I met my BCO sister on Thursday and had the best time. We originally connected around something in a city where we both went to college many years ago (although we were in different universities). But of course, the shared cancer experience is where the stronger bond is. We both laughed that if we had not had cancer, we would likely not end up being the kind of friends we are now. But I told her most of my closer friendships have come through the hard times in life. I may have connected with people around a job, or a hobby, but the real connections that forge and stay came through my families health issues, elder care, etc. The people that can stick together through the messy times with us are the keepers. We both commented we feel like we have known each other for a lifetime.
I will see her again tomorrow, along with one of her friends who she is pal-ing around with during her time here. We are meeting in Old Town to do the museum and some walking around, then coming here for dinner on my patio. Today I am working on being ready for that. Dinner will include cold gazpacho soup, chicken fajitas and navaho peach crisp for dessert. Also making some rose sangria for a cool summer drink!
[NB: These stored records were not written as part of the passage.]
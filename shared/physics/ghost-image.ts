import { type Estimate, propagate } from './estimate';

/** Mean counts per pixel in a region, raw and shifted-window, with the variances of these means. */
export interface RegionMean {
  raw: number;
  rawVariance: number;
  /** Mean accidentals per pixel (shifted counts over the number of windows) and its variance. */
  accidentals: number;
  accidentalsVariance: number;
}

/** Visibility (open - closed)/(open + closed) of two mean levels; 0 when both are. */
export function visibilityOf(open: number, closed: number): number {
  return open + closed === 0 ? 0 : (open - closed) / (open + closed);
}

/** CNR of one open pixel against one closed pixel, (open - closed)/sqrt(variance of both). */
export function contrastToNoise(open: number, closed: number, variances: number): number {
  return (open - closed) / Math.sqrt(variances);
}

/** Visibility of raw or net levels, Poisson propagation over the four independent region counts. */
export function ghostVisibility(open: RegionMean, closed: RegionMean, net: boolean): Estimate {
  return fromRegions(open, closed, net, (o, c) => visibilityOf(o, c));
}

/**
 * CNR per pixel. A pixel's counts are Poisson, so its variance is its mean; after subtraction the variance of the
 * subtracted accidentals, A/m for m shifted windows, is added. Raw, with S pairs above B accidentals, this is
 * S/sqrt(S + 2 B). Pittman, Shih, Strekalov & Sergienko, Phys. Rev. A 52, R3429 (1995), from memory, for the image;
 * the CNR is Poisson statistics. A region of n pixels has sqrt(n) times this.
 */
export function ghostContrastToNoise(
  open: RegionMean,
  closed: RegionMean,
  windows: number,
  net: boolean,
): Estimate {
  return fromRegions(open, closed, net, (o, c, x) => {
    const extra = net ? (x[1]! + x[3]!) / windows : 0;
    return contrastToNoise(o, c, x[0]! + x[2]! + extra);
  });
}

function fromRegions(
  open: RegionMean,
  closed: RegionMean,
  net: boolean,
  f: (open: number, closed: number, means: readonly number[]) => number,
): Estimate {
  const means = [open.raw, open.accidentals, closed.raw, closed.accidentals];
  const variances = [
    open.rawVariance,
    open.accidentalsVariance,
    closed.rawVariance,
    closed.accidentalsVariance,
  ];
  return propagate((x) => (net ? f(x[0]! - x[1]!, x[2]! - x[3]!, x) : f(x[0]!, x[2]!, x)), means, variances);
}

/**
 * Level that parts values into two groups with the largest variance between them. Otsu, IEEE Trans. Syst. Man Cybern. 9,
 * 62 (1979), from memory. Exact: every gap between neighbouring values is tried. Null for fewer than two different values.
 */
export function otsuThreshold(values: ArrayLike<number>): number | null {
  const sorted = Float64Array.from(values).sort();
  const n = sorted.length;
  let total = 0;
  for (const value of sorted) total += value;
  let below = 0;
  let best = Number.NEGATIVE_INFINITY;
  let threshold: number | null = null;
  for (let k = 1; k < n; k++) {
    below += sorted[k - 1]!;
    if (sorted[k]! === sorted[k - 1]!) continue;
    const gap = (total - below) / (n - k) - below / k;
    const between = k * (n - k) * gap ** 2;
    if (between > best) {
      best = between;
      threshold = (sorted[k]! + sorted[k - 1]!) / 2;
    }
  }
  return threshold;
}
Funny karmic moment last night. I was out with some friends to salsa night and saw my last BF there with a woman he was holding hands with. Now, I will say it does not bother me to see that, my goal now when I run in to him is to just avoid eye contact and any interaction whether he is alone or with anyone. Just disklike him, period. Anyways, the dance floor was jumping, and I was dancing with this very handsome fellow that was with our group and right next to them. This guy was swinging me around and around and so much fun. Pretty sure he saw us. Now that my friends is a perfect karmic moment!
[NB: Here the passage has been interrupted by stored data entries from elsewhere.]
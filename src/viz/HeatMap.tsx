import { scaleLinear } from '@visx/scale';
import { useId, useMemo } from 'react';
import { ColourBar } from './ColourBar';
import { buildColourScale } from './colour-scale';
import { tickFormatter } from './format-tick';
import { buildBlankPath, HATCH_PX } from './hatch';
import { MapCanvas, MapRects } from './MapImage';
import { Crosshair, DraftRegion, ELLIPSE_SIGMAS, EllipseMark, RegionBox } from './MapOverlay';
import { computeBinTransform, computeMapRect, fullView } from './map-layout';
import { computeExtremes, describeMap, describePoint, gridOf } from './map-values';
import { BottomAxis, Frame, LeftAxis } from './PlotAxes';
import { PlotFrame } from './PlotFrame';
import { getPalette } from './palettes';
import type { HeatMapProps } from './types';
import { useBox } from './use-box';
import { useMapGestures } from './use-map-gestures';
import { useMapView, useWheelZoom } from './use-map-view';

/** Largest side drawn as SVG: ten maps of more rectangles than that are a long task of the page; a canvas is none. */
const SVG_SIDE = 16;

const KEYS_HELP =
  'Arrow keys move the cursor, with Shift by ten bins. Enter picks or sets a corner. Plus and minus zoom, 0 shows all.';

/** A 2-D map with axes, colour bar, linked cursor, zoom and regions. See HeatMapProps. */
export function HeatMap(props: HeatMapProps) {
  const { map, theme, tool, regions = [], range, logScale = false } = props;
  const id = useId();
  const [hostRef, box] = useBox<HTMLDivElement>();
  const extremes = useMemo(() => computeExtremes(map), [map]);
  const full = useMemo(() => fullView(map), [map]);
  const [rangeLo, rangeHi] = range ?? [];
  const scale = useMemo(() => {
    const fixed = rangeLo === undefined || rangeHi === undefined ? undefined : ([rangeLo, rangeHi] as const);
    return buildColourScale(map.scale, extremes, fixed, logScale);
  }, [map.scale, extremes, rangeLo, rangeHi, logScale]);
  const palette = getPalette(theme, map.scale);
  const rect = useMemo(() => computeMapRect(map, full, box), [map, full, box]);
  const binSize = { x: Math.abs(map.axes[0]?.step || 1), y: Math.abs(map.axes[1]?.step || 1) };
  const control = useMapView(full, binSize);
  useWheelZoom(hostRef, rect, control);
  const gestures = useMapGestures(props, hostRef, rect, control);

  const { view } = control;
  const transform = useMemo(() => computeBinTransform(map, view, rect), [map, view, rect]);
  const { nx, ny } = gridOf(map);
  const asSvg = nx <= SVG_SIDE && ny <= SVG_SIDE;
  const blankPath = useMemo(() => (asSvg ? buildBlankPath(map, transform) : ''), [asSvg, map, transform]);
  const xScale = scaleLinear<number>({ domain: [...view.x], range: [rect.left, rect.left + rect.width] });
  const yScale = scaleLinear<number>({ domain: [...view.y], range: [rect.top + rect.height, rect.top] });
  const project = { x: (at: number) => xScale(at), y: (at: number) => yScale(at) };
  const xTicks = xScale.ticks(Math.max(2, Math.min(8, Math.floor(rect.width / (box.em * 5)))));
  const yTicks = yScale.ticks(Math.max(2, Math.min(8, Math.floor(rect.height / (box.em * 4)))));
  const { cursor } = gestures;
  const hint = tool ? `draw ${tool.label}: drag, or Enter at two corners` : '';
  const images = { map, scale, palette };
  return (
    <PlotFrame
      title={props.title === undefined ? map.label : props.title}
      note={props.note}
      readout={(cursor === null ? null : describePoint(map, cursor)) ?? hint}
      keys={<MapKeys ellipse={map.ellipse !== undefined} blank={extremes.blank > 0} />}
      announcement={gestures.announcement}
      height={props.height}
      hostRef={hostRef}
    >
      {box.width === 0 ? null : (
        <div
          role="application"
          aria-roledescription="map"
          aria-label={`${map.label}: cursor`}
          aria-describedby={`${id}-keys`}
          // biome-ignore lint/a11y/noNoninteractiveTabindex: the arrow keys move the cursor
          tabIndex={0}
          className={`group/plot absolute inset-0 touch-none outline-none ${tool ? 'cursor-crosshair' : ''}`}
          {...gestures.handlers}
        >
          {asSvg ? null : <MapCanvas {...images} blank={extremes.blank} rect={rect} transform={transform} />}
          <svg
            role="img"
            aria-label={describeMap(map, extremes)}
            width={box.width}
            height={box.height}
            fontSize={box.em}
            className="absolute inset-0 overflow-hidden"
          >
            <defs>
              <clipPath id={`${id}-clip`}>
                <rect x={rect.left} y={rect.top} width={rect.width} height={rect.height} />
              </clipPath>
              <pattern
                id={`${id}-hatch`}
                patternUnits="userSpaceOnUse"
                width={HATCH_PX}
                height={HATCH_PX}
                patternTransform="rotate(-45)"
              >
                <line y2={HATCH_PX} stroke="var(--color-faint)" strokeWidth={2} />
              </pattern>
            </defs>
            <g clipPath={`url(#${id}-clip)`}>
              {asSvg ? (
                <g transform={`matrix(${transform.sx} 0 0 ${transform.sy} ${transform.tx} ${transform.ty})`}>
                  <MapRects {...images} />
                </g>
              ) : null}
              {blankPath === '' ? null : <path d={blankPath} fill={`url(#${id}-hatch)`} data-blank="" />}
              {map.ellipse ? <EllipseMark ellipse={map.ellipse} project={project} /> : null}
              {regions.map((mark) => (
                <RegionBox key={mark.label} mark={mark} project={project} em={box.em} />
              ))}
              {gestures.draft === null ? null : <DraftRegion region={gestures.draft} project={project} />}
              {cursor === null ? null : <Crosshair at={cursor} project={project} rect={rect} />}
            </g>
            <Frame rect={rect} />
            <BottomAxis
              scale={xScale}
              ticks={xTicks}
              format={tickFormatter(xTicks)}
              rect={rect}
              em={box.em}
              axis={map.axes[0] ?? null}
            />
            <LeftAxis
              scale={yScale}
              ticks={yTicks}
              format={tickFormatter(yTicks)}
              rect={rect}
              em={box.em}
              axis={map.axes[1] ?? null}
            />
            <ColourBar scale={scale} palette={palette} rect={rect} em={box.em} unit={map.unit} />
          </svg>
          <span id={`${id}-keys`} className="sr-only">
            {KEYS_HELP}
          </span>
        </div>
      )}
    </PlotFrame>
  );
}

/** What the marks on the map mean. */
function MapKeys({ ellipse, blank }: { ellipse: boolean; blank: boolean }) {
  return (
    <span className="flex shrink-0 items-center gap-3">
      {ellipse ? (
        <span className="flex items-center gap-1">
          <svg width="16" height="9" aria-hidden="true">
            <ellipse cx="8" cy="4.5" rx="7" ry="3.5" fill="none" stroke="var(--color-pair)" />
          </svg>
          {ELLIPSE_SIGMAS} σ
        </span>
      ) : null}
      {blank ? (
        <span className="flex items-center gap-1">
          <svg width="10" height="9" aria-hidden="true">
            <path d="M0 9L9 0M-4 9L5 0M4 9L13 0" stroke="var(--color-faint)" />
          </svg>
          masked
        </span>
      ) : null}
    </span>
  );
}
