/**
 * A normalised two-dimensional Gaussian averaged over the cells of a unit grid, with its derivatives. The average is a
 * product quadrature, so that value and derivatives are consistent to the last bit and need no error function.
 */
export interface PeakShape {
  mx: number;
  my: number;
  xx: number;
  xy: number;
  yy: number;
}
export const SHAPE_PARAMETERS = 5;

export interface CellGrid {
  nx: number;
  ny: number;
  /** Coordinates of the first cell's centre; the step is 1. */
  x0: number;
  y0: number;
}

/** One-dimensional averaging rule; used as a product in x and y. */
export interface CellNodes {
  offset: readonly number[];
  weight: readonly number[];
}

/**
 * Gauss-Legendre over one pixel (joint maps of pixel counts). Four nodes hold 1e-5 of the peak for widths of half a
 * pixel; two do so from one and a half pixels up, eight down to a quarter.
 */
export const pixelNodes: Record<2 | 4 | 8, CellNodes> = {
  2: halved([1 / Math.sqrt(3)], [1]),
  4: halved([0.3399810435848563, 0.8611363115940526], [0.6521451548625461, 0.3478548451374538]),
  8: halved(
    [0.1834346424956498, 0.525532409916329, 0.7966664774136267, 0.9602898564975363],
    [0.362683783378362, 0.3137066458778873, 0.2223810344533745, 0.1012285362903763],
  ),
};

/**
 * Difference or sum of two pixel coordinates: the triangle law on (-1, 1), by three nodes that have its moments up to
 * the fifth (variance 1/6, fourth moment 1/15).
 */
export const triangleNodes: CellNodes = {
  offset: [-Math.sqrt(0.4), 0, Math.sqrt(0.4)],
  weight: [5 / 24, 7 / 12, 5 / 24],
};

/** The centre alone, for peaks several cells wide: the shape then is that of the averaged peak itself. */
export const centreNode: CellNodes = { offset: [0], weight: [1] };

function halved(nodes: readonly number[], weights: readonly number[]): CellNodes {
  return {
    offset: [...nodes.map((v) => -v / 2), ...nodes.map((v) => v / 2)],
    weight: [...weights.map((v) => v / 2), ...weights.map((v) => v / 2)],
  };
}

/** Room for one evaluation; derivative rows in the order mx, my, xx, xy, yy: d[p * cells + cell]. */
export interface CellValues {
  value: Float64Array;
  derivative: Float64Array;
}

export function createCellValues(grid: CellGrid): CellValues {
  const cells = grid.nx * grid.ny;
  return { value: new Float64Array(cells), derivative: new Float64Array(SHAPE_PARAMETERS * cells) };
}

/** exp(-36) = 2e-16 of the peak: nothing further out changes a double. */
const FAR = 72;

/** O(cells * nodes^2). The determinant must be positive. */
export function evaluateCells(shape: PeakShape, grid: CellGrid, nodes: CellNodes, out: CellValues): void {
  const { mx, my, xx, xy, yy } = shape;
  const det = xx * yy - xy * xy;
  const pxx = yy / det;
  const pxy = -xy / det;
  const pyy = xx / det;
  const norm = 1 / (2 * Math.PI * Math.sqrt(det));
  const { value, derivative } = out;
  const cells = grid.nx * grid.ny;
  const count = nodes.offset.length;
  // Nodes lie within the cell, so a cell this far out has none inside FAR.
  const narrow = (xx + yy) / 2 - Math.hypot((xx - yy) / 2, xy);
  const reach = nodes.offset.reduce((far, v) => Math.max(far, Math.abs(v)), 0) * Math.SQRT2;
  const skip = (Math.sqrt(FAR) + reach / Math.sqrt(narrow)) ** 2;
  for (let iy = 0; iy < grid.ny; iy += 1) {
    for (let ix = 0; ix < grid.nx; ix += 1) {
      const cell = iy * grid.nx + ix;
      let g = 0;
      let gx = 0;
      let gy = 0;
      let gxx = 0;
      let gxy = 0;
      let gyy = 0;
      const cx = grid.x0 + ix - mx;
      const cy = grid.y0 + iy - my;
      const near = pxx * cx * cx + 2 * pxy * cx * cy + pyy * cy * cy < skip;
      for (let b = 0; near && b < count; b += 1) {
        const ry = grid.y0 + iy + (nodes.offset[b] as number) - my;
        const wb = nodes.weight[b] as number;
        for (let a = 0; a < count; a += 1) {
          const rx = grid.x0 + ix + (nodes.offset[a] as number) - mx;
          const tx = pxx * rx + pxy * ry;
          const ty = pxy * rx + pyy * ry;
          const q = rx * tx + ry * ty;
          if (!(q < FAR)) continue;
          const v = wb * (nodes.weight[a] as number) * norm * Math.exp(-q / 2);
          g += v;
          gx += v * tx;
          gy += v * ty;
          gxx += (v * (tx * tx - pxx)) / 2;
          gxy += v * (tx * ty - pxy);
          gyy += (v * (ty * ty - pyy)) / 2;
        }
      }
      value[cell] = g;
      derivative[cell] = gx;
      derivative[cells + cell] = gy;
      derivative[2 * cells + cell] = gxx;
      derivative[3 * cells + cell] = gxy;
      derivative[4 * cells + cell] = gyy;
    }
  }
}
The old BF from TX days is supposed to be coming in another 10 days for his visit and although we have traded some messages back and forth about things, still have not gotten a lot of confirmation about the final plans. He seems to be in a lot of transition, which does not surprise me, but also moved recently and sort of wonder if the timing is not right for a visit. But that is up to him, because this is his idea and up to him to make the plane trip and hotel stay. The nice thing is that I am not too invested in this either way, which feels good. I think if he comes here and we can have a nice visit, that is fine and if not, will wish him a nice summer and catch up with him another time. I no longer allow myself to care too much in these situations.
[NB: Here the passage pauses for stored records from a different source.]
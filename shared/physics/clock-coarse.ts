import FFT from 'fft.js';
import { largestNoise, poissonZ } from './find-peak';

/** Clicks of two clocks, each in ps of its own clock. The companion's reach beyond the stretch by the range searched. */
export interface ClockStretch {
  mainPs: Float64Array;
  companionPs: Float64Array;
  /** The stretch of the main clock. */
  fromPs: number;
  toPs: number;
}

/** How far to look, in how fine a grid. */
export interface CoarseSearch {
  /** Main less companion is looked for within +-range. */
  rangePs: number;
  mostDrift: number;
  /** Bins of the correlation, a power of two. */
  size: number;
}

export interface CoarseMatch {
  /** Main minus companion at the middle of the stretch, good to a bin or two. */
  offsetPs: number;
  /** Rate u of main over companion less one, good to a step or two. */
  drift: number;
  binPs: number;
  driftStep: number;
  z: number;
  threshold: number;
}

/** Bins among which the base of a peak and its noise are judged. */
const blockBins = 256;

/**
 * Offset and relative rate of two free-running clocks by cross-correlation of binned counts. Main clicks are shrunk about
 * the middle by trial rates u = 0, s, -s, 2 s, ... with s T = one bin b, so that a true peak is never smeared over more
 * than two bins; two trials go through one complex transform, as its real and its imaginary part. Sums of one bin and of
 * two neighbours are looked at; pairs at C per second in rates R1 and R2
 * stand out by z = C T / sqrt(R1 R2 b T (1 + R b)): the last factor, R the larger rate, counts where bins hold several clicks. Accepted
 * for z > sqrt(2 ln M) + 5, M all bins of all trials; noise above that of counting (a flickering source) lowers z. The
 * nearest trial with an accepted peak is taken, then the best of its neighbours.
 * Ho, Lamas-Linares & Kurtsiefer, New J. Phys. 11, 045011 (2009), from memory.
 * Cost: two transforms of `size` for every two trials, 0.15 s for 2^20. Null when nothing stands out, or with less than six clicks a side.
 */
export function findCoarseMatch(
  stretch: ClockStretch,
  { rangePs, mostDrift, size }: CoarseSearch,
): CoarseMatch | null {
  const { mainPs, companionPs, fromPs, toPs } = stretch;
  const spanPs = toPs - fromPs;
  if (!(spanPs > 0) || mainPs.length < 6 || companionPs.length < 6) return null;
  const binPs = (spanPs + 2 * rangePs) / (size - 4);
  const lags = Math.floor(rangePs / binPs);
  const driftStep = binPs / spanPs;
  const steps = Math.ceil(mostDrift / driftStep);
  const threshold = largestNoise(2 * (2 * lags + 1) * (2 * steps + 1)) + 5;
  const fft = new FFT(size);
  const bins = { originPs: fromPs - rangePs, binPs, middlePs: (fromPs + toPs) / 2, size };
  const companion = new Float64Array(2 * size);
  addCounts(companion, 0, companionPs, 0, bins);
  const spectrum = new Float64Array(2 * size);
  fft.transform(spectrum, companion);
  const known = new Map<number, Highest>();
  const at = (step: number): Highest => {
    const even = step - (Math.abs(step) % 2);
    if (!known.has(step)) {
      const counts = new Float64Array(2 * size);
      addCounts(counts, 0, mainPs, even * driftStep, bins);
      addCounts(counts, 1, mainPs, (even + 1) * driftStep, bins);
      const correlation = correlate(fft, counts, spectrum);
      known.set(even, highestOf(correlation, 0, lags));
      known.set(even + 1, highestOf(correlation, 1, lags));
    }
    return known.get(step) ?? { z: Number.NEGATIVE_INFINITY, lag: 0 };
  };
  for (let away = 0; away <= steps; away += 1) {
    const first = at(away).z >= at(-away).z ? away : -away;
    if (!(at(first).z > threshold)) continue;
    let best = first;
    for (const step of [first - 2, first - 1, first + 1, first + 2]) if (at(step).z > at(best).z) best = step;
    const { z, lag } = at(best);
    return { offsetPs: -lag * binPs, drift: best * driftStep, binPs, driftStep, z, threshold };
  }
  return null;
}

interface Highest {
  z: number;
  /** Companion bin less main bin. */
  lag: number;
}

interface Bins {
  originPs: number;
  binPs: number;
  middlePs: number;
  size: number;
}

/** Counts of clicks shrunk by 1 + drift about the middle, into the real (0) or imaginary (1) parts. */
function addCounts(into: Float64Array, part: 0 | 1, ps: Float64Array, drift: number, bins: Bins): void {
  const { originPs, binPs, middlePs, size } = bins;
  const scale = 1 / ((1 + drift) * binPs);
  const start = (middlePs - originPs) / binPs;
  for (let i = 0; i < ps.length; i += 1) {
    const bin = Math.floor(start + (ps[i]! - middlePs) * scale);
    if (bin >= 0 && bin < size) into[2 * bin + part]! += 1;
  }
}

/** Sum over i of counts[i] companion[i + k] for every k: the spectrum of counts is taken at minus the frequency. */
function correlate(fft: FFT, counts: Float64Array, companion: Float64Array): Float64Array {
  const { size } = fft;
  const spectrum = new Float64Array(2 * size);
  fft.transform(spectrum, counts);
  for (let f = 0; f < size; f += 1) {
    const mirrored = 2 * ((size - f) % size);
    const [re, im] = [spectrum[mirrored]!, spectrum[mirrored + 1]!];
    const [cRe, cIm] = [companion[2 * f]!, companion[2 * f + 1]!];
    counts[2 * f] = re * cRe - im * cIm;
    counts[2 * f + 1] = re * cIm + im * cRe;
  }
  fft.inverseTransform(spectrum, counts);
  return spectrum;
}

/** The best bin or pair of neighbours, each against the bins around it, so that short files may have a sloping base. */
function highestOf(correlation: Float64Array, part: 0 | 1, lags: number): Highest {
  const size = correlation.length / 2;
  // Rounding in the transform may leave a count of none slightly below it.
  const value = (lag: number): number => Math.max(0, correlation[2 * ((lag + size) % size) + part]!);
  const blocks: BlockHighest[] = [];
  for (let from = -lags; from + blockBins <= lags; from += blockBins) blocks.push(highestIn(value, from));
  const excesses = Float64Array.from(blocks, ({ excess }) => excess).sort();
  const excess = Math.max(1, excesses[excesses.length >> 1] ?? 1);
  let best: Highest = { z: Number.NEGATIVE_INFINITY, lag: 0 };
  for (const { single, double, at, mean } of blocks) {
    const z1 = poissonZ(single, mean) / excess;
    const z2 = poissonZ(double, 2 * mean) / excess;
    if (z1 > best.z) best = { z: z1, lag: at };
    if (z2 > best.z) best = { z: z2, lag: at + (value(at + 1) >= value(at - 1) ? 0.5 : -0.5) };
  }
  return best;
}

interface BlockHighest {
  /** Counts of the highest bin and of it with its higher neighbour. */
  single: number;
  double: number;
  at: number;
  /** Of the other bins of the block: mean, and scatter over that of counting. */
  mean: number;
  excess: number;
}

function highestIn(value: (lag: number) => number, from: number): BlockHighest {
  let at = from;
  let sum = 0;
  let squares = 0;
  for (let lag = from; lag < from + blockBins; lag += 1) {
    const count = value(lag);
    if (count > value(at)) at = lag;
    sum += count;
    squares += count * count;
  }
  let bins = blockBins;
  for (let lag = Math.max(from, at - 2); lag <= Math.min(from + blockBins - 1, at + 2); lag += 1) {
    bins -= 1;
    sum -= value(lag);
    squares -= value(lag) ** 2;
  }
  const single = value(at);
  const variance = Math.max(0, squares / bins - (sum / bins) ** 2);
  return {
    single,
    double: single + Math.max(value(at - 1), value(at + 1)),
    at,
    // One count more than was seen: an empty block does not make a single pair significant.
    mean: (sum + 1) / bins,
    excess: sum > 0 ? Math.sqrt((variance * bins) / sum) : 1,
  };
}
BB- it is good to hear from you and hoping you are able to just keep putting one foot in front of the other.
E- I sent you a PM about something. The horse video is amazing, the part I watched.
Simplicity- maybe instead of the bigger camping trips, you need to do some other shorter things that fit better with your weekend energy?
June- hoping the new job is awesome!
Lilly- thinking of you friend and hoping you are doing okay?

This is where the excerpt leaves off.